= Study material =
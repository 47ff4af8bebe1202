/** Hand-built resolved scenarios for engine tests (no file parsing involved). */
import type { Scenario } from '../../src/scenario/types.ts';

export interface TwoStateOptions {
  sampleRate?: number;
  recordLength?: number;
  windowStart?: number;
  windowLength?: number;
  carrier?: 'none' | 'sine' | 'square' | 'baseband-iq';
  carrierFrequency?: number;
  levels?: [number, number];
  /** Per-sample white σ (converted to a density). */
  sigmaPerSample?: number;
  t1?: number;
  shots?: number;
  seed?: number;
  batchSize?: number;
  preparationError?: number;
}

/** A two-state readout: ground (outcome 0) and excited (outcome 1), 50/50. */
export function twoStateScenario(o: TwoStateOptions = {}): Scenario {
  const fs = o.sampleRate ?? 100e6;
  const recordLength = o.recordLength ?? 20e-6;
  const sigma = o.sigmaPerSample ?? 5;
  const [l0, l1] = o.levels ?? [0, 1];
  const carrier = o.carrier ?? 'sine';
  return {
    name: 'test', description: '', seed: o.seed ?? 7, shots: o.shots ?? 10000, calibrationShots: 2000,
    batchSize: o.batchSize ?? 1024,
    timing: {
      sampleRate: fs, recordLength, windowStart: o.windowStart ?? 0,
      windowLength: o.windowLength ?? recordLength - (o.windowStart ?? 0), shotPeriod: recordLength,
    },
    states: [
      { name: 'ground', level: { re: l0, im: 0 }, outcome: 0 },
      { name: 'excited', level: { re: l1, im: 0 }, outcome: 1 },
    ],
    outcomes: ['0', '1'],
    prepare: [0.5, 0.5],
    preparationError: o.preparationError ? [{ probability: o.preparationError, into: 1, origin: 'test' }, null] : [null, null],
    mappingError: [null, null],
    transitions: o.t1 ? [{ from: 1, to: 0, rate: 1 / o.t1, kind: 'relaxation' }] : [],
    signal: {
      carrier: { shape: carrier, frequency: carrier === 'none' || carrier === 'baseband-iq' ? 0 : (o.carrierFrequency ?? 1e6), phase: 0 },
      gain: 1, white: { density: sigma / Math.sqrt(fs / 2) }, unit: '',
    },
    pipelines: [{ name: 'main', referencePhase: 'auto', threshold: { method: 'midpoint', value: 0 } }],
  };
}
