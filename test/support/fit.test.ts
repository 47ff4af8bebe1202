import { describe, expect, it } from 'vitest';
import { fitExponentialDecay, fitLine } from './fit.ts';
import { loadFixture, mismatch, relativeError } from '../analysis/load-fixture.ts';

interface FitFixture {
  lines: { x: number[]; y: number[]; slope: number; intercept: number; r2: number }[];
  decays: { t: number[]; w: number[]; decayTime: number; amplitude: number; used: number }[];
}
const fixture = loadFixture<FitFixture>('fit');
const lines = fixture.lines.map((l, index) => ({ ...l, index }));
const decays = fixture.decays.map((d, index) => ({ ...d, index }));

describe('fitLine', () => {
  // reference library: numpy.polyfit(x, y, 1) and scipy.stats.linregress(x, y).rvalue²,
  // test/fixtures/make-fit.py
  it.each(lines)('line $index: slope $slope, intercept $intercept, r² $r2', ({ index, x, y, slope, intercept, r2 }) => {
    const fit = fitLine(Float64Array.from(x), Float64Array.from(y));
    const tol = 1e-10; // polyfit solves by SVD, we use centred sums: both well conditioned here
    expect(fit.n).toBe(x.length);
    expect(relativeError(fit.slope, slope), mismatch(`line ${index} slope`, fit.slope, slope, tol)).toBeLessThan(tol);
    const tolIntercept = tol * (Math.abs(intercept) + Math.abs(slope)); // intercept can be ~0
    expect(Math.abs(fit.intercept - intercept), mismatch(`line ${index} intercept`, fit.intercept, intercept, tolIntercept)).toBeLessThan(tolIntercept);
    expect(relativeError(fit.r2, r2), mismatch(`line ${index} r2`, fit.r2, r2, tol)).toBeLessThan(tol);
  });

  it('recovers an exact line and a log–log power law exactly', () => {
    // exact by hand: y = 3x − 2; y = 5·x^−1.5 is a line of slope −1.5 in log–log
    const x = Float64Array.from([0, 1, 2, 4, 8]);
    const fit = fitLine(x, x.map((v) => 3 * v - 2));
    expect(Math.abs(fit.slope - 3)).toBeLessThan(8 * Number.EPSILON * 3);
    expect(Math.abs(fit.intercept + 2)).toBeLessThan(32 * Number.EPSILON * 3);
    expect(fit.r2).toBeCloseTo(1, 14);
    const f = Float64Array.from([1, 10, 100, 1000]);
    const logLog = fitLine(f.map(Math.log10), f.map((v) => Math.log10(5 * v ** -1.5)));
    expect(Math.abs(logLog.slope + 1.5)).toBeLessThan(1e-14);
  });

  it('gives NaN for fewer than two points or equal x, and r² = 1 for a flat exact fit', () => {
    expect(fitLine([1], [2]).slope).toBeNaN();
    expect(fitLine([2, 2, 2], [1, 2, 3]).slope).toBeNaN();
    const flat = fitLine([1, 2, 3], [4, 4, 4]);
    expect(flat.slope).toBe(0);
    expect(flat.intercept).toBe(4);
    expect(flat.r2).toBe(1);
  });
});

describe('fitExponentialDecay', () => {
  // reference library: numpy.polyfit(t[w > 0], log(w[w > 0]), 1), test/fixtures/make-fit.py
  it.each(decays)('decay $index: τ = $decayTime from $used positive points', ({ index, t, w, decayTime, amplitude, used }) => {
    const fit = fitExponentialDecay(Float64Array.from(t), Float64Array.from(w));
    const tol = 1e-10;
    expect(fit.n).toBe(used);
    expect(relativeError(fit.decayTime, decayTime), mismatch(`decay ${index} τ`, fit.decayTime, decayTime, tol)).toBeLessThan(tol);
    expect(relativeError(fit.amplitude, amplitude), mismatch(`decay ${index} A`, fit.amplitude, amplitude, tol)).toBeLessThan(tol);
  });

  it('recovers a noiseless decay, skips non-positive values, and gives ∞ for a flat record', () => {
    // exact by hand: w = 2·e^{−t/3e−6}; zeros and negatives are skipped
    const t = Float64Array.from([0, 1e-6, 2e-6, 3e-6, 4e-6, 5e-6]);
    const w = t.map((v) => 2 * Math.exp(-v / 3e-6));
    w[2] = 0;
    w[4] = -0.1;
    const fit = fitExponentialDecay(t, w);
    expect(fit.n).toBe(4);
    expect(relativeError(fit.decayTime, 3e-6)).toBeLessThan(1e-12);
    expect(relativeError(fit.amplitude, 2)).toBeLessThan(1e-12);
    expect(fitExponentialDecay([0, 1, 2], [5, 5, 5]).decayTime).toBe(Infinity);
    expect(fitExponentialDecay([0, 1], [1, Math.E]).decayTime).toBeCloseTo(-1, 14); // growth: negative
  });
});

= Your instructions =
Would you please copy the whole listing exactly as given?

= Answer box =
repository 47ff4af8bebe1202
/** Hand-built resolved scenarios for engine tests (no file parsing involved). */
import type { Scenario } from '../../src/scenario/types.ts';

export interface TwoStateOptions {
  sampleRate?: number;
  recordLength?: number;
  windowStart?: number;
  windowLength?: number;
  carrier?: 'none' | 'sine' | 'square' | 'baseband-iq';
  carrierFrequency?: number;
  levels?: [number, number];
  /** Per-sample white σ (converted to a density). */
  sigmaPerSample?: number;
  t1?: number;
  shots?: number;
  seed?: number;
  batchSize?: number;
  preparationError?: number;
}

/** A two-state readout: ground (outcome 0) and excited (outcome 1), 50/50. */
export function twoStateScenario(o: TwoStateOptions = {}): Scenario {
  const fs = o.sampleRate ?? 100e6;
  const recordLength = o.recordLength ?? 20e-6;
  const sigma = o.sigmaPerSample ?? 5;
  const [l0, l1] = o.levels ?? [0, 1];
  const carrier = o.carrier ?? 'sine';
  return {
    name: 'test', description: '', seed: o.seed ?? 7, shots: o.shots ?? 10000, calibrationShots: 2000,
    batchSize: o.batchSize ?? 1024,
    timing: {
      sampleRate: fs, recordLength, windowStart: o.windowStart ?? 0,
      windowLength: o.windowLength ?? recordLength - (o.windowStart ?? 0), shotPeriod: recordLength,
    },
    states: [
      { name: 'ground', level: { re: l0, im: 0 }, outcome: 0 },
      { name: 'excited', level: { re: l1, im: 0 }, outcome: 1 },
    ],
    outcomes: ['0', '1'],
    prepare: [0.5, 0.5],
    preparationError: o.preparationError ? [{ probability: o.preparationError, into: 1, origin: 'test' }, null] : [null, null],
    mappingError: [null, null],
    transitions: o.t1 ? [{ from: 1, to: 0, rate: 1 / o.t1, kind: 'relaxation' }] : [],
    signal: {
      carrier: { shape: carrier, frequency: carrier === 'none' || carrier === 'baseband-iq' ? 0 : (o.carrierFrequency ?? 1e6), phase: 0 },
      gain: 1, white: { density: sigma / Math.sqrt(fs / 2) }, unit: '',
    },
    pipelines: [{ name: 'main', referencePhase: 'auto', threshold: { method: 'midpoint', value: 0 } }],
  };
}
filename test/support/fit.test.ts
repository 47ff4af8bebe1202
import { describe, expect, it } from 'vitest';
import { fitExponentialDecay, fitLine } from './fit.ts';
import { loadFixture, mismatch, relativeError } from '../analysis/load-fixture.ts';

interface FitFixture {
  lines: { x: number[]; y: number[]; slope: number; intercept: number; r2: number }[];
  decays: { t: number[]; w: number[]; decayTime: number; amplitude: number; used: number }[];
}
const fixture = loadFixture<FitFixture>('fit');
const lines = fixture.lines.map((l, index) => ({ ...l, index }));
const decays = fixture.decays.map((d, index) => ({ ...d, index }));

describe('fitLine', () => {
  // reference library: numpy.polyfit(x, y, 1) and scipy.stats.linregress(x, y).rvalue²,
  // test/fixtures/make-fit.py
  it.each(lines)('line $index: slope $slope, intercept $intercept, r² $r2', ({ index, x, y, slope, intercept, r2 }) => {
    const fit = fitLine(Float64Array.from(x), Float64Array.from(y));
    const tol = 1e-10; // polyfit solves by SVD, we use centred sums: both well conditioned here
    expect(fit.n).toBe(x.length);
    expect(relativeError(fit.slope, slope), mismatch(`line ${index} slope`, fit.slope, slope, tol)).toBeLessThan(tol);
    const tolIntercept = tol * (Math.abs(intercept) + Math.abs(slope)); // intercept can be ~0
    expect(Math.abs(fit.intercept - intercept), mismatch(`line ${index} intercept`, fit.intercept, intercept, tolIntercept)).toBeLessThan(tolIntercept);
    expect(relativeError(fit.r2, r2), mismatch(`line ${index} r2`, fit.r2, r2, tol)).toBeLessThan(tol);
  });

  it('recovers an exact line and a log–log power law exactly', () => {
    // exact by hand: y = 3x − 2; y = 5·x^−1.5 is a line of slope −1.5 in log–log
    const x = Float64Array.from([0, 1, 2, 4, 8]);
    const fit = fitLine(x, x.map((v) => 3 * v - 2));
    expect(Math.abs(fit.slope - 3)).toBeLessThan(8 * Number.EPSILON * 3);
    expect(Math.abs(fit.intercept + 2)).toBeLessThan(32 * Number.EPSILON * 3);
    expect(fit.r2).toBeCloseTo(1, 14);
    const f = Float64Array.from([1, 10, 100, 1000]);
    const logLog = fitLine(f.map(Math.log10), f.map((v) => Math.log10(5 * v ** -1.5)));
    expect(Math.abs(logLog.slope + 1.5)).toBeLessThan(1e-14);
  });

  it('gives NaN for fewer than two points or equal x, and r² = 1 for a flat exact fit', () => {
    expect(fitLine([1], [2]).slope).toBeNaN();
    expect(fitLine([2, 2, 2], [1, 2, 3]).slope).toBeNaN();
    const flat = fitLine([1, 2, 3], [4, 4, 4]);
    expect(flat.slope).toBe(0);
    expect(flat.intercept).toBe(4);
    expect(flat.r2).toBe(1);
  });
});

describe('fitExponentialDecay', () => {
  // reference library: numpy.polyfit(t[w > 0], log(w[w > 0]), 1), test/fixtures/make-fit.py
  it.each(decays)('decay $index: τ = $decayTime from $used positive points', ({ index, t, w, decayTime, amplitude, used }) => {
    const fit = fitExponentialDecay(Float64Array.from(t), Float64Array.from(w));
    const tol = 1e-10;
    expect(fit.n).toBe(used);
    expect(relativeError(fit.decayTime, decayTime), mismatch(`decay ${index} τ`, fit.decayTime, decayTime, tol)).toBeLessThan(tol);
    expect(relativeError(fit.amplitude, amplitude), mismatch(`decay ${index} A`, fit.amplitude, amplitude, tol)).toBeLessThan(tol);
  });

  it('recovers a noiseless decay, skips non-positive values, and gives ∞ for a flat record', () => {
    // exact by hand: w = 2·e^{−t/3e−6}; zeros and negatives are skipped
    const t = Float64Array.from([0, 1e-6, 2e-6, 3e-6, 4e-6, 5e-6]);
    const w = t.map((v) => 2 * Math.exp(-v / 3e-6));
    w[2] = 0;
    w[4] = -0.1;
    const fit = fitExponentialDecay(t, w);
    expect(fit.n).toBe(4);
    expect(relativeError(fit.decayTime, 3e-6)).toBeLessThan(1e-12);
    expect(relativeError(fit.amplitude, 2)).toBeLessThan(1e-12);
    expect(fitExponentialDecay([0, 1, 2], [5, 5, 5]).decayTime).toBe(Infinity);
    expect(fitExponentialDecay([0, 1], [1, Math.E]).decayTime).toBeCloseTo(-1, 14); // growth: negative
  });
});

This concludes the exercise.